> _TASK ITEM_
Repeat nothing but the lines below running from the one containing "block.firstRow = done;" to the one containing "if (block.field[row] !== id) continue;". Keep both end lines.
*** Begin section ***
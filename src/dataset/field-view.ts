/**
 * The rows of one field of a dataset, as a dataset of its own. Nothing is copied but the block at hand.
 */
import { InputError, nearest } from "../util/errors.ts";
import type { BlockRequest, Dataset, Field, SampleBlock } from "./dataset.ts";

/**
 * The field that a user means, by its id or by its name, whatever the case.
 *
 * @throws InputError naming the fields there are, when it is none of them or several
 */
export function fieldNamed(dataset: Dataset, asked: string): Field {
  const wanted = asked.trim();
  const byId = dataset.fields.find(({ id }) => String(id) === wanted);
  if (byId !== undefined) return byId;
  const named = dataset.fields.filter(({ name }) => name.trim().toUpperCase() === wanted.toUpperCase());
  if (named.length === 1) return named[0]!;
  const place = { file: dataset.files[0] ?? dataset.name };
  if (named.length > 1) {
    const ids = named.map(({ id }) => id).join(", ");
    throw new InputError(
      `${named.length} fields are called "${wanted}": ${ids}`,
      place,
      "Give --field the id",
    );
  }
  const near = nearest(
    wanted,
    dataset.fields.map(({ name }) => name.trim()),
  );
  const shown = dataset.fields.slice(0, 20).map(({ id, name }) => `${id} ${name.trim()}`);
  const more = dataset.fields.length - shown.length;
  throw new InputError(
    `there is no field "${wanted}": the fields are ${shown.join(", ")}${more > 0 ? ` and ${more} more` : ""}`,
    place,
    near === undefined ? "Name one of these with --field, by id or name" : `Did you mean "${near}"?`,
  );
}

/** Runs of consecutive rows of the field: the rows [start, start + length) of the whole dataset. Plain data. */
export interface FieldRuns {
  readonly start: Float64Array;
  readonly length: Float64Array;
  readonly rows: number;
}

/**
 * @param id Field.id
 * @throws InputError when the dataset has no such field, or no row of it
 */
export async function fieldView(dataset: Dataset, id: number): Promise<Dataset> {
  const field = dataset.fields.find((candidate) => candidate.id === id);
  const ids = dataset.fields.map((candidate) => candidate.id).join(", ");
  const place = { file: dataset.files[0] ?? dataset.name };
  if (field === undefined) {
    throw new InputError(
      `there is no field ${id}: the fields are ${ids}`,
      place,
      "Name one of these with --field",
    );
  }
  const runs = await runsOf(dataset, id);
  if (runs.rows === 0) {
    throw new InputError(`no row belongs to field ${id}`, place, "visvet describe lists the fields");
  }
  return fieldRowsView(dataset, id, runs);
}

/** The view when it is known already where the rows of the field are. */
export function fieldRowsView(dataset: Dataset, id: number, runs: FieldRuns): Dataset {
  const { recipe, ...rest } = dataset;
  return {
    ...rest,
    fields: dataset.fields.filter((field) => field.id === id),
    rows: runs.rows,
    ...(recipe === undefined ? {} : { recipe: { kind: "field", of: recipe, id, runs } }),
    blocks: (request) => blocksOfField(dataset, id, runs, request),
  };
}

async function runsOf(dataset: Dataset, id: number): Promise<FieldRuns> {
  const start: number[] = [];
  const length: number[] = [];
  let rows = 0;
  let inside = false;
  for await (const block of dataset.blocks({ want: "rows" })) {
    for (let row = 0; row < block.rows; row++) {
      const wanted = block.field[row] === id;
      if (wanted && inside) length[length.length - 1]! += 1;
      else if (wanted) {
        start.push(block.firstRow + row);
        length.push(1);
      }
      inside = wanted;
      rows += wanted ? 1 : 0;
    }
  }
  return { start: Float64Array.from(start), length: Float64Array.from(length), rows };
}

/** Rows of other fields that are read along: a new start in the file costs more than so many. */
const READ_ALONG = 2000;

/** Rows of the whole dataset to read for the rows [first, last) of the field: runs, joined where little lies between. */
function* spansOf(runs: FieldRuns, first: number, last: number): Generator<[number, number]> {
  let span: [number, number] | undefined;
  let before = 0;
  for (let run = 0; run < runs.start.length && before < last; run++) {
    const length = runs.length[run]!;
    const from = runs.start[run]! + Math.max(0, first - before);
    const to = runs.start[run]! + Math.min(length, last - before);
    before += length;
    if (from >= to) continue;
    if (span !== undefined && from - span[1] <= READ_ALONG) span[1] = to;
    else {
      if (span !== undefined) yield span;
      span = [from, to];
    }
  }
  if (span !== undefined) yield span;
}

async function* blocksOfField(
  dataset: Dataset,
  id: number,
  runs: FieldRuns,
  request: BlockRequest,
): AsyncIterable<SampleBlock> {
  const first = Math.max(0, request.rows?.[0] ?? 0);
  const last = Math.min(runs.rows, request.rows?.[1] ?? runs.rows);
  const { subbands, channels, polarizations } = dataset.shape;
  const rowSamples = subbands * channels * polarizations;
  let done = first;
  for (const rows of spansOf(runs, first, last)) {
    for await (const block of dataset.blocks({ ...request, rows })) {
      const kept = keepField(block, id, rowSamples);
      if (kept === 0) continue;
      block.firstRow = done;
      block.rows = kept;
      done += kept;
      yield block;
    }
  }
}

/** Move the rows of the field to the front of the block, in place; how many there are. */
function keepField(block: SampleBlock, id: number, rowSamples: number): number {
  let kept = 0;
  for (let row = 0; row < block.rows; row++) {
    if (block.field[row] !== id) continue;
    if (kept !== row) moveRow(block, row, kept, rowSamples);
    kept += 1;
  }
  return kept;
}

function moveRow(block: SampleBlock, from: number, to: number, rowSamples: number): void {
  const { time, u, v, w, antenna1, antenna2, subarray, field, setup, integration } = block;
  for (const column of [time, u, v, w, antenna1, antenna2, subarray, field, setup, integration]) {
    column[to] = column[from]!;
  }
  for (const samples of [block.real, block.imag, block.weight]) {
    if (samples.length > 0) samples.copyWithin(to * rowSamples, from * rowSamples, (from + 1) * rowSamples);
  }
}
*** End section ***
> _RESULT OF THIS EXERCISE_
      block.firstRow = done;
      block.rows = kept;
      done += kept;
      yield block;
    }
  }
}

/** Move the rows of the field to the front of the block, in place; how many there are. */
function keepField(block: SampleBlock, id: number, rowSamples: number): number {
  let kept = 0;
  for (let row = 0; row < block.rows; row++) {
    if (block.field[row] !== id) continue;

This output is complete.